Черт побери! Куда меня занесло?! В горах, в войсках, во вшах. Грязный, полуголодный, измученный одновременно и усталостью и бездельем, (никогда бы раньше не подумал, что такое возможно одновременно). А все мои далеко — далеко. Может быть, также как я, смотрят на звезды, думают обо мне. А я даже не могу им сообщить, где нахожусь и что делаю. Да и зачем? Что я могу написать? «Привет! Я в Чечне. На передовой». Вот здорово! Вот они обрадуются от такого письма!.. Лучше уж промолчать. Пусть думают, что я на полевом выходе. Им вроде так из штаба части написали.
Я подумал, стоит ли пойти поискать Васю или Молчанова? А потом решил, что не стоит лишний раз бродить в темноте, по грязи, в незнакомом месте. Завтра утром будет светло, солнце… Тогда и пообщаемся.
Впрочем, и спать мне совершенно не хотелось. Я так и остался стоять у «шишиги», рассматривая созвездия, и думая о бесконечности мироздания и собственной ничтожности.
Глава 6
Я уже говорил, кажется, что по типу минометов наша батарея была разделена ровно на две части. У Найданова было три расчета «Васильков», а у меня — три расчета «подносов».
Конечно, «Василек» — вещь классная. Это миномет на колесах. И стрелять может как по навесной, так и по пологой траектории. И при желании — очередями. О нашем «подносе» такого, конечно, не скажешь.
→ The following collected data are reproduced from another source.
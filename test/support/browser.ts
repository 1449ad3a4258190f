import { existsSync } from 'node:fs';
import { chromium, type Browser } from 'playwright-core';

/** Debian's chromium (installed by .ci/run when missing); no browser is downloaded. */
export const CHROMIUM = process.env['DIESIS_CHROMIUM'] ?? '/usr/bin/chromium';

/** Launches the headless chromium the browser tests drive, or says in one line how to get it. */
export async function launchChromium(): Promise<Browser> {
  if (!existsSync(CHROMIUM)) throw new Error(`${CHROMIUM} is missing: install Debian's chromium (apt-get install -y chromium) or set DIESIS_CHROMIUM`);
  return chromium.launch({ executablePath: CHROMIUM });
}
Однако, хотя «Василек» — вещь, бесспорно, замечательная — нечто среднее между минометом, пушкой и пулеметом — но для войны в горах не очень удобная. Увы! Там где используется колесо — должны быть дороги. А в горах и на гусеницах не везде пройдешь. А вот солдат может пройти почти везде: в ущелье спуститься на своих двоих, на скалу подняться таким же макаром… И что он с собой туда сможет дотащить, тем и воевать будет.
Так вот! «Поднос» разбирается. К разобранным частям крепятся лямки, лямки на плечи… И расчет может затащить свой миномет куда угодно. Конечно, тому, кто тянет плиту, я не завидую. Это должен быть не человек — богатырь! У нас же в части самую тяжелую часть миномета вечно доставалась самому хилому — тому, кто не имел силы отказаться, и подкрепить свой отказ весомыми кулакастыми аргументами. Потом эти доходяги, как правило, падали под весом плиты, и тащить ее все равно приходилось всему расчету. (Впрочем, каждый раз все начиналось сначала — есть люди, и таких много — которых ничему не учит не только чужой, но и свой опыт).
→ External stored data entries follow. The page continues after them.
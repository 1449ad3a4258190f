import { readdirSync, readFileSync, statSync } from 'node:fs';
import { join, relative } from 'node:path';
import { expect } from 'vitest';

/** Every file below `dir`, by relative path, with its bytes. */
export function snapshot(dir: string): Map<string, Buffer> {
  const files = new Map<string, Buffer>();
  const walk = (d: string): void => {
    for (const name of readdirSync(d)) {
      const path = join(d, name);
      if (statSync(path).isDirectory()) walk(path);
      else files.set(relative(dir, path), readFileSync(path));
    }
  };
  walk(dir);
  return files;
}

/** The folder holds exactly the files it held, byte for byte: nothing added (no temporary file left), nothing removed or changed. */
export function expectUntouched(dir: string, before: Map<string, Buffer>): void {
  const after = snapshot(dir);
  expect([...after.keys()].sort()).toEqual([...before.keys()].sort());
  for (const [name, bytes] of before) expect(after.get(name)?.equals(bytes), name).toBe(true);
}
К чему я все это рассказываю? А к тому, что как только солнце слегка осветило землю, ко мне примчался Найданов, и сообщил, что сейчас я со своими расчетами в пешем порядке пойду вместе с пехотой дальше по дороге.
— Почему в пешем? — удивился я.
— Потому, что здесь совсем недалеко сегодня ночью 135-ю раздолбали чехи! — ответил мне комбат. — Так что пойдете в пешем порядке. Может быть, тут где засада…
Я пожал плечами, поднял расчеты, и объяснил им задачу. Паче чаяния, никто не возмутился. Видимо, пройтись хотелось всем. Я и сам с радостью предвкушал разминку для ног. Бежать никто не будет — это точно. Погода отличная — теплая, солнечная. Даже ветер не такой холодный, как обычно. Чувствовалось приближение настоящего, почти летнего, тепла. После зимы, проведенной в полевых условиях, наступление весны и лета ощущалось гораздо острее и желаннее.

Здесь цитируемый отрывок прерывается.